Now, anyone who knows me knows that I enjoy nothing more than tearing around a forest on my mountain bike (preferably downhill of course … I’m not that athletic). Since damaging my knee I’ve been asked something like: “Woah, dude, how’d you do it?” many, many times. My immediate urge is to lie through my teeth and tell whoever’s willing to listen I stacked it massively in the middle of a really gnarly run down the Fruit Loop, but the sad truth is I slipped on wet concrete and kahawai guts in my mate’s neighbour’s garage while cleaning up after an afternoon’s fishing. Bugger. Sorry to shatter your illusions, dear readers. I’m just a spazzy geek after all.

The other sad thing I have to report was last week’s Computerworld Expo. Actually, I ought to qualify that before I get myself into trouble … the show itself was great — what was sad was the lack of schwag. Schwag? You know, it’s the stuff that Wired magazine called “customised ready-made apparel and products”, the promotional stuff that gets given away at trade shows. There was, in fact, such a lack of good-quality schwag at this year’s Computerworld Expo that I’m currently really worried about the health of the New Zealand IT industry.

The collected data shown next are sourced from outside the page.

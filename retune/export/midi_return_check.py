"""Reading a returned MIDI file back: nothing but channels and bends may have changed, and every
note must start at its tuned pitch."""

from __future__ import annotations

from collections.abc import Sequence

from retune.adapters.midi import Bend, Control, NoteOn, RawMidi, RawTrack, read_midi_file
from retune.errors import OutputError, RetuneError
from retune.export.bend import MIDDLE, bend_cents, bend_step
from retune.export.midi_return_tracks import Instrument
from retune.limits import Limits
from retune.score.midi.undo import as_before

_FAULT = "This is a fault of retune; please report it with the file, if you may"
_SLACK = 1e-3
_RPN_MSB, _RPN_LSB, _DATA_MSB = 101, 100, 6


def check_returned(
    data: bytes, source: RawMidi, instruments: Sequence[Instrument], bend_range: int, shift: int
) -> str:
    """Compare a returned file with the one it came from; a line with the greatest error.

    Raises `OutputError` where an event is lost, added or changed, or a note starts off pitch.
    """
    try:
        raw = read_midi_file(data, Limits(max_bytes=len(data), max_notes=len(data)))
    except RetuneError as error:
        raise OutputError(f"the MIDI file reads back wrong: {error.what}", hint=_FAULT) from error
    before = as_before(raw)
    for number, (track, old) in enumerate(zip(before.tracks, source.tracks, strict=True)):
        if _others(track) != _others(old):
            raise OutputError(f"track {number + 1} reads back with other events", hint=_FAULT)
        if _pressed(track, shift) != _pressed(old, 0):
            raise OutputError(f"track {number + 1} reads back with other notes", hint=_FAULT)
    worst, count = 0.0, 0
    for one in instruments:
        for channel, lane in zip(one.channels, one.lanes, strict=True):
            wanted = [(note.on, note.key, note.bends[0][1] / 1000.0) for note in lane]
            heard = _heard(raw.tracks[one.track], channel)
            for tick, key, cents in wanted:
                own = next((c for t, c in reversed(one.knob.bends) if t <= tick), 0.0)
                missed = abs(heard.get((tick, key), float("inf")) - cents - own)
                worst, count = max(worst, missed), count + 1
    if worst > bend_step(bend_range) / 2 + _SLACK:
        raise OutputError(f"a note reads back {worst:.3f} cents off its tuned pitch", hint=_FAULT)
    return f"read back: {count:,} notes, greatest rounding error {worst:.4f} cents"


def _others(track: RawTrack) -> list[object]:
    """Events that no retuning touches, with their ticks."""
    return [(tick, event) for tick, event in track.events if not hasattr(event, "channel")]


def _pressed(track: RawTrack, shift: int) -> list[tuple[int, int, int, int]]:
    """Key presses with tick, channel, key and velocity; pitched ones moved back."""
    return [
        (tick, event.channel, event.key - (shift if event.channel != 9 else 0), event.velocity)
        for tick, event in track.events
        if isinstance(event, NoteOn)
    ]


def _heard(track: RawTrack, channel: int) -> dict[tuple[int, int], float]:
    """How far each key press of a channel is bent as it starts, in cents."""
    selected, semitones, bend = (127, 127), 2, MIDDLE
    found: dict[tuple[int, int], float] = {}
    for tick, event in track.events:
        match event:
            case Control(own, controller, value) if own == channel:
                if controller == _RPN_MSB:
                    selected = (value, selected[1])
                elif controller == _RPN_LSB:
                    selected = (selected[0], value)
                elif controller == _DATA_MSB and selected == (0, 0):
                    semitones = value
                elif controller == 121:
                    bend, selected = MIDDLE, (127, 127)
            case Bend(own, value) if own == channel:
                bend = value
            case NoteOn(own, key, velocity) if own == channel and velocity:
                found[tick, key] = bend_cents(bend, semitones)
            case _:
                pass
    return found
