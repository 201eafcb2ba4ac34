"""What the keys of each channel are told, and when: only what changes.

A message stands in the track of the part whose notes need it. Values are those of the planned
notes: how far a key is from itself, in parts of a semitone that the form of message sets.
"""

from __future__ import annotations

from collections import defaultdict
from collections.abc import Iterator, Mapping, Sequence
from dataclasses import dataclass, field
from itertools import chain

from retune.adapters.midi import Control, Event, Sysex
from retune.export.midi_channels import Lane
from retune.export.midi_plan import PlannedNote
from retune.export.mts_words import FRACTION, MOST_KEYS, bulk, octave, single_notes

_RPN_MSB, _RPN_LSB, _DATA_MSB, _TUNING_PROGRAM = 101, 100, 6, 3
_MOST_TABLES = 128


@dataclass(frozen=True, slots=True)
class Told:
    """Events of a channel at a tick, in the track of a part."""

    part: int
    tick: int
    events: tuple[Event, ...]


def select(channel: int, program: int) -> tuple[Control, ...]:
    """RPN 3, tuning program select; then the null RPN."""
    return tuple(
        Control(channel, controller, value)
        for controller, value in (
            (_RPN_MSB, 0),
            (_RPN_LSB, _TUNING_PROGRAM),
            (_DATA_MSB, program),
            (_RPN_MSB, 127),
            (_RPN_LSB, 127),
        )
    )


def single_messages(lane: Lane) -> Iterator[Told]:
    """A change of single keys, real time, in the channel's own tuning program."""
    told: dict[int, int] = {}
    for tick, wanted in _wanted(lane):
        for part, keys in wanted.items():
            changes = {key: value for key, value in keys.items() if told.get(key, 0) != value}
            told |= changes
            words = [(key, key * FRACTION + value) for key, value in changes.items()]
            for first in range(0, len(words), MOST_KEYS):
                data = single_notes(lane.channel, dict(words[first : first + MOST_KEYS]))
                yield Told(part, tick, (Sysex(data),))


def octave_messages(lane: Lane) -> Iterator[Told]:
    """A scale/octave tuning of the channel, real time, where a note name changes.

    It goes into every track that needs it: of tracks, nothing says which one comes first.
    """
    told = [0] * 12
    for tick, wanted in _wanted(lane):
        before = list(told)
        for keys in wanted.values():
            for key, value in keys.items():
                told[key % 12] = value
        message = Sysex(octave(lane.channel, told))
        for part, keys in wanted.items():
            if any(before[key % 12] != value for key, value in keys.items()):
                yield Told(part, tick, (message,))


def _wanted(lane: Lane) -> Iterator[tuple[int, dict[int, dict[int, int]]]]:
    """At each tick, by part, the value of every key that is struck or moves there."""
    found: dict[int, dict[int, dict[int, int]]] = defaultdict(lambda: defaultdict(dict))
    for note in lane.notes:
        for tick, value in note.bends:
            found[tick][note.part][note.key] = value
    return iter(sorted(found.items()))


@dataclass(slots=True, eq=False)
class _Table:
    """A tuning program while keys are being put into it; `since` is the tick of its dump, -1 for
    the start of the piece, `used` the last tick that it was chosen at."""

    number: int
    since: int = -1
    used: int = -1
    keys: dict[int, int] = field(default_factory=dict)

    def takes(self, keys: Mapping[int, int]) -> bool:
        return all(self.keys.get(key, value) == value for key, value in keys.items())

    def dump(self, ground: int) -> Sysex:
        pitches = [key * FRACTION + self.keys.get(key, ground) for key in range(128)]
        return Sysex(bulk(self.number, f"Chords {self.number + 1}", pitches))


@dataclass(frozen=True, slots=True)
class Tables:
    """Bulk dumps for the start of the piece, what each channel is told after it, and how many
    more dumps are in that."""

    dumps: tuple[Sysex, ...]
    told: tuple[Told, ...]
    later: int = 0


def tables(lanes: Sequence[Lane], ground: int) -> Tables:
    """As few tuning programs as hold every chord of every channel; a held note keeps the pitch
    that it began with. Keys that never sound stand at `ground`.

    Where 128 programs are too few, the one that no channel has chosen for the longest time is
    sent anew, in the track of the notes that need it.
    """
    programs: list[_Table] = []
    chosen: dict[int, _Table] = {}
    choices: list[tuple[_Struck, _Table]] = []
    for chord in sorted(chain.from_iterable(map(_chords, lanes)), key=lambda one: one.tick):
        table = chosen.get(chord.channel)
        if table is None or not table.takes(chord.keys):
            # A table that is sent at this very tick may come after this track's notes.
            ready = (one for one in programs if one.since < chord.tick and one.takes(chord.keys))
            table = next(ready, None) or _fresh(programs, chosen, chord.tick)
            chosen[chord.channel] = table
            choices.append((chord, table))
        table.keys.update(chord.keys)
        table.used = chord.tick
    later = {id(table): table for _, table in choices if table.since >= 0}
    told = [
        Told(part, chord.tick, (*sent, *select(chord.channel, table.number)))
        for chord, table in choices
        for sent in [(table.dump(ground),) if table.since == chord.tick else ()]
        for part in sorted(chord.parts)
    ]
    start = {table.number: table for _, table in choices if table.since < 0}
    return Tables(tuple(table.dump(ground) for table in start.values()), tuple(told), len(later))


def _fresh(programs: list[_Table], chosen: Mapping[int, _Table], tick: int) -> _Table:
    """An empty table, in a program that none has had or that no channel needs any more."""
    if len(programs) < _MOST_TABLES:
        table = _Table(len(programs))
        programs.append(table)
        return table
    idle = (one for one in programs if all(one is not other for other in chosen.values()))
    number = min(idle, key=lambda one: one.used).number
    programs[number] = _Table(number, tick)
    return programs[number]


@dataclass(frozen=True, slots=True)
class _Struck:
    """What a channel strikes at a tick: in the tracks of which parts, and the first value of
    every key that sounds then."""

    channel: int
    tick: int
    parts: frozenset[int]
    keys: dict[int, int]


def _chords(lane: Lane) -> Iterator[_Struck]:
    by_tick: dict[int, list[PlannedNote]] = defaultdict(list)
    for note in lane.notes:
        by_tick[note.on].append(note)
    sounding: list[PlannedNote] = []
    for tick, struck in sorted(by_tick.items()):
        sounding = [*(note for note in sounding if note.off > tick), *struck]
        keys = {note.key: note.bends[0][1] for note in sounding}
        yield _Struck(lane.channel, tick, frozenset(note.part for note in struck), keys)
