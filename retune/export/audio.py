"""The exporter `audio`: each take as a sound file, in the built-in voice or a sound font's.

A part is synthesised once and mixed into every take. All files of a run come out equally loud
(ITU-R BS.1770), with peaks bounded and a fade at both ends.
"""

from __future__ import annotations

from collections.abc import Callable, Iterator, Sequence
from dataclasses import dataclass, field
from pathlib import Path
from typing import ClassVar

from retune.adapters.soundfiles import SoundFormat, Tags, encode
from retune.errors import OutputError, Place, WishError
from retune.export.audio_level import levelled
from retune.export.audio_mix import RATE, Player, Stems, mixed
from retune.export.audio_words import LANGUAGE_CODES, words_of
from retune.export.base import LateFile
from retune.export.midi_mix import VOICE_OOHS
from retune.export.names import safe_name
from retune.export.options import did_you_mean, require_allowed
from retune.tracks.take import Take
from retune.voice.formants import VOWELS
from retune.voice.language import LANGUAGES
from retune.voice.options import SoundOptions
from retune.voice.room import Room, in_room
from retune.voice.stems import stem

FOLDER = "tracks"


@dataclass(frozen=True, slots=True)
class AudioOptions:
    """Options of the exporter."""

    format: SoundFormat = field(default=SoundFormat.MP3, metadata={"help": "mp3, wav, flac or ogg"})
    loudness: float = field(
        default=-18.0,
        metadata={"help": "loudness of every file in LUFS", "least": -36, "most": -14},
    )
    vowel: str = field(default="neutral", metadata={"help": "the vowel that is sung"})
    language: str = field(
        default="", metadata={"help": "sing the vowels of the text in this language"}
    )
    singers: int = field(
        default=4, metadata={"help": "singers in each part", "least": 1, "most": 8}
    )
    scatter: float = field(
        default=0.0,
        metadata={"help": "spread of the singers' pitches in cents", "least": 0, "most": 30},
    )
    vibrato: float = field(
        default=0.0,
        metadata={"help": "vibrato in cents to either side", "least": 0, "most": 100},
    )
    room: Room = field(
        default=Room.OFF, metadata={"help": "reverberation; leave it off to listen for beats"}
    )
    soundfont: str = field(
        default="", metadata={"help": "a sound font to play instead of the built-in voice"}
    )
    font_program: int = field(
        default=VOICE_OOHS,
        metadata={"help": "the font's program for the voices, from 0", "least": 0, "most": 127},
    )


class AudioExporter:
    """Writes each take as one sound file."""

    name: ClassVar[str] = "audio"
    summary: ClassVar[str] = "Sound files in a choir voice, or through a sound font"
    suffixes: ClassVar[tuple[str, ...]] = tuple(f".{one}" for one in SoundFormat)
    Options: ClassVar[type[AudioOptions]] = AudioOptions

    def export(self, takes: Sequence[Take], options: AudioOptions) -> Iterator[LateFile]:
        """Yield a file a take; its sound is rendered when its bytes are asked for.

        Raises
        ------
        OutputError
            There is no note, or the sound font or its player cannot be used.
        WishError
            An option is out of its range, or names no vowel or language.
        """
        require_allowed(self.name, options)
        _require_known("vowel", options.vowel, VOWELS)
        if options.language:
            _require_known("language", options.language, LANGUAGES)
        for take in takes:
            if not take.tuned.score.notes:
                raise OutputError("there is no note to sound", Place(take.tuned.score.file))
        stems = Stems(takes, _player(options))
        for take in takes:
            yield LateFile(_file_name(take, options.format), _renderer(take, stems, options))


def _require_known(option: str, value: str, known: Sequence[str]) -> None:
    if value not in known:
        raise WishError(
            f"audio.{option} cannot be '{value}'",
            hint=f"{did_you_mean(value, known)}It is one of {', '.join(known)}",
        )


def _player(options: AudioOptions) -> Player:
    """What makes the sound of a part."""
    if options.soundfont:
        from retune.export.font_voice import font_stem

        return font_stem(Path(options.soundfont), options.font_program, RATE)
    wish = SoundOptions(
        vowel=options.vowel,
        language=options.language,
        singers=options.singers,
        scatter_cents=options.scatter,
        vibrato_cents=options.vibrato,
    )
    return lambda tuned, part: stem(tuned, part, wish, RATE)


def _renderer(take: Take, stems: Stems, options: AudioOptions) -> Callable[[], bytes]:
    def render() -> bytes:
        """The bytes of one sound file."""
        sound = in_room(mixed(take, stems), RATE, options.room)
        sound = levelled(sound, RATE, options.loudness, take.sides)
        return encode(sound, RATE, options.format, _tags(take, options))

    return render


def _tags(take: Take, options: AudioOptions) -> Tags:
    """What a phone shows: "Alto predominant - NAME" in the album NAME."""
    score = take.tuned.score
    name = score.title or score.stem
    return Tags(
        title=f"{take.name} - {name}",
        album=name,
        composer=score.composer,
        lyricist=score.lyricist,
        copyright=score.copyright,
        track=take.track + 1,
        of=take.of + 1,
        lyrics=words_of(take),
        comment=_comment(take),
        language=LANGUAGE_CODES.get(options.language, ""),
    )


def _comment(take: Take) -> str:
    policy = take.tuned.policy
    return (
        f"{policy.temperament} intonation"
        if policy.temperament == "just"
        else f"{policy.temperament} temperament"
    ) + f", A4 = {policy.reference_hz:g} Hz. Start with the volume low."


def _file_name(take: Take, kind: SoundFormat) -> str:
    folders = [FOLDER, *([safe_name(take.folder)] if take.folder else [])]
    stem = safe_name(take.tuned.score.stem)
    digits = max(len(str(take.of)), 2)
    return "/".join([*folders, f"{take.track:0{digits}d} {safe_name(take.name)} - {stem}.{kind}"])
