"""The exporter `sheet`: the score with its cents on pages to print, for all and for each singer."""

from __future__ import annotations

from collections.abc import Iterator, Mapping, Sequence
from dataclasses import dataclass, field, replace
from enum import StrEnum
from typing import ClassVar

from retune.adapters.typesetting import CHORD_FONT, TEXT_FONT, Pages, Picture, pdf_of, svgs_of
from retune.errors import OutputError, Place
from retune.export.base import OutputFile
from retune.export.howto import tuning_words
from retune.export.names import safe_name
from retune.export.notation import FOLDER, Parts, wanted_parts
from retune.export.notation_made import as_musicxml
from retune.export.options import require_allowed
from retune.export.sheet_layout import MOST_GAP, SetPage, set_pages
from retune.page.build import LEGEND
from retune.page.engrave import EngravingError, Wish, engravings
from retune.page.engrave_print import PrintedSystem, printed_systems
from retune.tracks.take import Take
from retune.tuning.model import TunedScore

_MARGIN, _TOP, _FOOT = 15.0, 15.0, 17.0
"""Millimetres that stay free at the sides, above and below."""

_HEADING, _TITLE_LINE, _PART_LINE, _LETTERS_A_LINE = 33.0, 8.0, 6.0, 44
_SPACE, _ALONE = 1.6, 1.15
"""Height of a staff space in millimetres, and how much larger it is in a part by itself."""
_SMALLER = 0.88
_LEAST_SPACE = 0.8
_MOST_TRIES = 4
_FONTS = (TEXT_FONT, CHORD_FONT)
_PIXELS = 1000
"""Width that is told to the engraver, wide enough for whole names of parts."""


class Format(StrEnum):
    """What the pages are written as."""

    PDF = "pdf"
    SVG = "svg"


class Paper(StrEnum):
    """Size of the pages."""

    A4 = "a4"
    LETTER = "letter"


# Width and height in millimetres: ISO 216, and 8.5 by 11 inches.
_SIZES = {Paper.A4: (210.0, 297.0), Paper.LETTER: (215.9, 279.4)}


@dataclass(frozen=True, slots=True)
class SheetOptions:
    """Options of the exporter."""

    format: Format = field(
        default=Format.PDF, metadata={"help": "one PDF, or an SVG picture for each page"}
    )
    paper: Paper = field(default=Paper.A4, metadata={"help": "size of the pages"})
    size: float = field(
        default=_SPACE,
        metadata={
            "help": "height of a staff space in millimetres; parts alone are larger",
            "least": _LEAST_SPACE,
            "most": 4,
        },
    )
    parts: Parts = field(
        default=Parts.AUTO,
        metadata={"help": "also pages for each part: yes, no, auto where it has learning tracks"},
    )


class SheetExporter:
    """Writes the engraved score as pages."""

    name: ClassVar[str] = "sheet"
    summary: ClassVar[str] = "The score with its cents as pages to print, PDF or SVG"
    suffixes: ClassVar[tuple[str, ...]] = (".pdf", ".svg")
    Options: ClassVar[type[SheetOptions]] = SheetOptions

    def export(self, takes: Sequence[Take], options: SheetOptions) -> Iterator[OutputFile]:
        """Yield the full score, then the parts.

        Raises
        ------
        OutputError
            There is no note, or the score cannot be engraved.
        """
        require_allowed(self.name, options)
        tuned = takes[0].tuned
        if not tuned.score.notes:
            raise OutputError("there is no note to print", Place(tuned.score.file))
        stem = safe_name(tuned.score.stem)
        wanted = list(wanted_parts(takes, options.parts))
        engraver = _Engraver(tuned, options)
        settings = engraver.settings([None, *(part.index for _, part in wanted)])
        names = [
            f"{FOLDER}/Full score - {stem}",
            *(f"{FOLDER}/{safe_name(title)}/{safe_name(title)} - {stem}" for title, _ in wanted),
        ]
        titles = ["", *(title for title, _ in wanted)]
        for name, title, setting in zip(names, titles, settings, strict=True):
            yield from self._files(name, engraver.pages(setting, title), options)

    def _files(self, name: str, pages: Pages, options: SheetOptions) -> Iterator[OutputFile]:
        if options.format is Format.PDF:
            count = 1 + sum(one.new_page for one in pages.pictures)
            note = f"{count} page{'s' if count > 1 else ''}"
            yield OutputFile(f"{name}.pdf", pdf_of(pages), note)
            return
        drawn = svgs_of(pages)
        digits = len(str(len(drawn)))
        for number, page in enumerate(drawn, 1):
            yield OutputFile(f"{name} {number:0{digits}d}.svg", page, series=name)


@dataclass(frozen=True, slots=True)
class _Setting:
    """One engraving for pages, its staff spaces `space` millimetres high.

    `too_high` is by how much its highest system exceeds a page, 1 where none does.
    """

    part: int | None
    space: float
    systems: tuple[PrintedSystem, ...]
    pages: tuple[SetPage, ...]
    too_high: float

    @property
    def loose(self) -> int:
        """How many pages before the last leave much of their height free."""
        return sum(page.gap >= MOST_GAP or page.stop - page.first == 1 for page in self.pages[:-1])

    @property
    def fault(self) -> tuple[float, int, int, float]:
        """What is wrong with it, to be compared; the larger of equals is better."""
        return self.too_high, len(self.pages), self.loose, -self.space


class _Engraver:
    """Engraves a score for pages of one size."""

    def __init__(self, tuned: TunedScore, options: SheetOptions) -> None:
        self._asked = tuned
        self._options = options
        self._tuned = tuned if tuned.score.format == "musicxml" else as_musicxml(tuned)
        width, height = _SIZES[options.paper]
        self._width = width - 2 * _MARGIN
        self._room = height - _TOP - _FOOT
        lines = max(-(-len(self._title) // _LETTERS_A_LINE), 1)
        self._heading = _HEADING + _TITLE_LINE * (lines - 1)

    @property
    def _title(self) -> str:
        return self._asked.score.title or self._asked.score.stem

    def settings(self, parts: Sequence[int | None]) -> list[_Setting]:
        """Every wished engraving, at the size that suits its pages; None is the full score.

        A system must fit its page, and where a little smaller saves a page it is that.
        """
        size = self._options.size
        wished = {part: size if part is None else size * _ALONE for part in parts}
        best: dict[int | None, _Setting] = {}
        for _ in range(_MOST_TRIES):
            again: dict[int | None, float] = {}
            for setting in self._engraved(wished):
                known = best.get(setting.part)
                if known is None or setting.fault < known.fault:
                    best[setting.part] = setting
                if setting.too_high > 1 and setting.space > _LEAST_SPACE:
                    smaller = 0.98 * setting.space / setting.too_high
                    again[setting.part] = max(smaller, _LEAST_SPACE)
                elif known is None and setting.loose:
                    again[setting.part] = max(_SMALLER * setting.space, _LEAST_SPACE)
            if not again:
                break
            wished = again
        return [best[part] for part in parts]

    def _engraved(self, wished: Mapping[int | None, float]) -> Iterator[_Setting]:
        wishes = [
            Wish(_PIXELS, part, _PIXELS * space / self._width) for part, space in wished.items()
        ]
        try:
            found = engravings(self._tuned, self._tuned.score.source, wishes)
        except EngravingError as error:
            where = replace(error.where, file=error.where.file or self._asked.score.file)
            hint = error.hint or "The output notation is for a notation program instead"
            raise OutputError(f"it cannot be printed: {error.what}", where, hint) from error
        played = {bar.written for bar in self._tuned.score.bars}
        for (part, space), picture in zip(wished.items(), found, strict=True):
            systems = tuple(s for s in printed_systems(picture, _FONTS) if s.bars & played)
            heights = [self._height(system) for system in systems]
            first = self._room - self._heading_of(part)
            excess = max([heights[0] / first, *(height / self._room for height in heights), 1.0])
            yield _Setting(part, space, systems, set_pages(heights, first, self._room), excess)

    def _height(self, system: PrintedSystem) -> float:
        return self._width * system.height / system.width

    def _heading_of(self, part: int | None) -> float:
        return self._heading + (0 if part is None else _PART_LINE)

    def pages(self, setting: _Setting, part: str) -> Pages:
        """The pages of an engraving; `part` is the name of the only part in it."""
        score, pictures = self._asked.score, []
        for page in setting.pages:
            for index in range(page.first, page.stop):
                system = setting.systems[index]
                new = index == page.first
                pictures.append(
                    Picture(system.svg, system.label, 0 if new else page.gap, new and index > 0)
                )
        return Pages(
            self._title,
            pictures,
            part=part,
            composer=score.composer,
            lyricist=score.lyricist,
            rights=score.copyright,
            legend=f"{LEGEND} {tuning_words(self._asked)}",
            paper=str(self._options.paper),
            margins=(_MARGIN, _TOP, _FOOT),
            heading=self._heading_of(setting.part),
        )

What is it with geeks and schwag anyway? How is it that we can never, ever have enough badges, pens, mouse pads, mugs, t-shirts, baseball caps and stress-relieving squeezy things? In some societies an individual’s wealth and importance is judged by the number of cows, chickens or goats they own. In the geek world, it all comes down to schwag. Quality is important — bosses get the good stuff like clothes and Mont Blanc pens and workers get the crap. Of course, the brand name stencilled on the side matters too — office battle lines get drawn between the people who have Oracle schwag and those who have Microsoft schwag.

Yes folks, without schwag life just isn’t the same. Sigh.